I'd make extended_memmap virt machine class member the will enable pc-dimm support
and then it add checks for supported IPA range on top

>  }
>  DEFINE_VIRT_MACHINE(3, 1)
>  
> diff --git a/include/hw/arm/virt.h b/include/hw/arm/virt.h
> index 3dc7a6c5d5..c88f67a492 100644
> --- a/include/hw/arm/virt.h
> +++ b/include/hw/arm/virt.h
> @@ -132,6 +132,8 @@ typedef struct {
>      uint32_t iommu_phandle;
>      int psci_conduit;
>      hwaddr high_io_base;
> +    hwaddr highest_gpa;
> +    bool extended_memmap;
>  } VirtMachineState;
>  
>  #define VIRT_ECAM_ID(high) (high ? VIRT_HIGH_PCIE_ECAM : VIRT_PCIE_ECAM)

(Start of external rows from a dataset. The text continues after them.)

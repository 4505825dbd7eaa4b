import type { RoundupEntity } from '../../server/entities/roundup.entity';

/** A live Helix-1700 motherboard roundup as a row, straight into the table (mail needs no planning steps). */
export function liveRoundupRow(title: string): Partial<RoundupEntity> {
  return {
    title,
    category: 'motherboard',
    platform: 'Helix-1700',
    state: 'live',
    priceMinMinor: 10000,
    priceMaxMinor: 30000,
    currency: 'EUR',
    region: 'EU',
    timeZone: 'Europe/Berlin',
    stateChangedAt: new Date(),
  };
}
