import { afterEach, describe, expect, it, vi } from 'vitest';
import { z } from 'zod';
import { ApiError, apiRequest } from '../../src/lib/api-client';
import { uploadFile, type UploadProgress } from '../../src/lib/upload';
import { catalogImportUploadLimit as limit } from '../../shared/upload-limits';
import { installFakeUploadServer } from './support/fake-upload-server';

const file = { blob: new Blob(['a,b\n1,2\n'], { type: 'text/csv' }), fileName: 'table.csv' };
const answerSchema = z.object({ rows: z.number() });

async function rejectionOf(promise: Promise<unknown>): Promise<unknown> {
  try {
    await promise;
  } catch (error) {
    return error;
  }
  throw new Error('Expected a rejection.');
}

afterEach(() => vi.unstubAllGlobals());

describe('the upload helper', () => {
  it('reads a server error exactly as every other request does, details included', async () => {
    const body = {
      error: {
        code: 'log_parse_failed',
        message: 'The logger file could not be read.',
        fields: { file: 'See the rows.' },
        details: { preview: null, errors: [{ row: 3, column: 'VRM 1', code: 'not-a-number', message: 'x' }] },
      },
    };
    installFakeUploadServer(async () => ({ status: 422, body }));
    vi.stubGlobal('fetch', async () => new Response(JSON.stringify(body), { status: 422 }));

    const fromUpload = await rejectionOf(uploadFile({ path: '/api/x', file, schema: answerSchema, limit }));
    const fromFetch = await rejectionOf(apiRequest('/api/x', { method: 'POST', body: {} }));
    expect(fromUpload).toBeInstanceOf(ApiError);
    expect(fromUpload).toEqual(fromFetch);
    expect(fromUpload).toMatchObject({ status: 422, code: 'log_parse_failed', details: body.error.details });
  });

  it('reports progress while sending, then that the server is working, and resolves with the checked answer', async () => {
    const seen: UploadProgress['phase'][] = [];
    const server = installFakeUploadServer(async () => ({ status: 200, body: { rows: 1 } }));
    const answer = await uploadFile({
      path: '/api/x',
      file,
      fields: { checksum: 'abc' },
      schema: answerSchema,
      limit,
      onProgress: (progress) => seen.push(progress.phase),
    });
    expect(answer).toEqual({ rows: 1 });
    expect(seen[0]).toBe('uploading');
    expect(seen.at(-1)).toBe('processing');
    expect(server.sent[0].fields).toEqual({ checksum: 'abc' });
    expect(await server.sent[0].file?.text()).toBe('a,b\n1,2\n');
  });

  it('refuses an answer that does not match the schema, and a file over the limit before sending', async () => {
    const server = installFakeUploadServer(async () => ({ status: 200, body: { rows: 'many' } }));
    expect(await rejectionOf(uploadFile({ path: '/api/x', file, schema: answerSchema, limit }))).toMatchObject({
      code: 'unexpected_response',
    });
    expect(
      await rejectionOf(
        uploadFile({ path: '/api/x', file, schema: answerSchema, limit: { ...limit, maxFileBytes: 4 } }),
      ),
    ).toMatchObject({
      status: 413,
      message: `“table.csv” is 8\u2009B; the limit is 4\u2009B. ${limit.whenTooLarge}`,
    });
    expect(server.sent).toHaveLength(1);
  });
});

Auger Eric Feb. 18, 2019, 9:29 p.m. UTC | #3
Hi Peter,

On 2/14/19 6:29 PM, Peter Maydell wrote:
> On Tue, 5 Feb 2019 at 17:33, Eric Auger <eric.auger@redhat.com> wrote:
>>
>> This patch implements the machine class kvm_type() callback.
>> It returns the max IPA shift needed to implement the whole GPA
>> range including the RAM and IO regions located beyond.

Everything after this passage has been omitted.